• [TASK]: Could you repeat every record exactly as it appears?

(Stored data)
========================================
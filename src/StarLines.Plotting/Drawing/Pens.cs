namespace StarLines.Plotting.Drawing;

/// <summary>The lines of our figures.</summary>
internal static class Pens
{
    internal static Pen Data { get; } = new(Ink.Data, 0.75f);

    internal static Pen Masked { get; } = new(Ink.Faded, 0.75f);

    internal static Pen Continuum { get; } = new(Ink.Continuum, 1.4f);

    internal static Pen BandEdge { get; } = new(Ink.Continuum, 0.5f);

    internal static Pen DoubtfulContinuum { get; } = new(Ink.Continuum, 1.4f, Dash.Dashed);

    internal static Pen Model { get; } = new(Ink.Model, 1.5f);

    internal static Pen Guide { get; } = new(Ink.Guide, 0.8f, Dash.Dashed);

    internal static Pen Centre { get; } = new(Ink.Guide, 0.8f, Dash.Dotted);

    internal static Pen SecondPeak { get; } = new(Ink.Second, 1.3f);

    internal static Pen Peak { get; } = new(Ink.Continuum, 1.3f);
}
========================================
• [FINISHED TASK]:
filename src/StarLines.Plotting/Drawing/Pens.cs
namespace StarLines.Plotting.Drawing;

/// <summary>The lines of our figures.</summary>
internal static class Pens
{
    internal static Pen Data { get; } = new(Ink.Data, 0.75f);

    internal static Pen Masked { get; } = new(Ink.Faded, 0.75f);

    internal static Pen Continuum { get; } = new(Ink.Continuum, 1.4f);

    internal static Pen BandEdge { get; } = new(Ink.Continuum, 0.5f);

    internal static Pen DoubtfulContinuum { get; } = new(Ink.Continuum, 1.4f, Dash.Dashed);

    internal static Pen Model { get; } = new(Ink.Model, 1.5f);

    internal static Pen Guide { get; } = new(Ink.Guide, 0.8f, Dash.Dashed);

    internal static Pen Centre { get; } = new(Ink.Guide, 0.8f, Dash.Dotted);

    internal static Pen SecondPeak { get; } = new(Ink.Second, 1.3f);

    internal static Pen Peak { get; } = new(Ink.Continuum, 1.3f);
}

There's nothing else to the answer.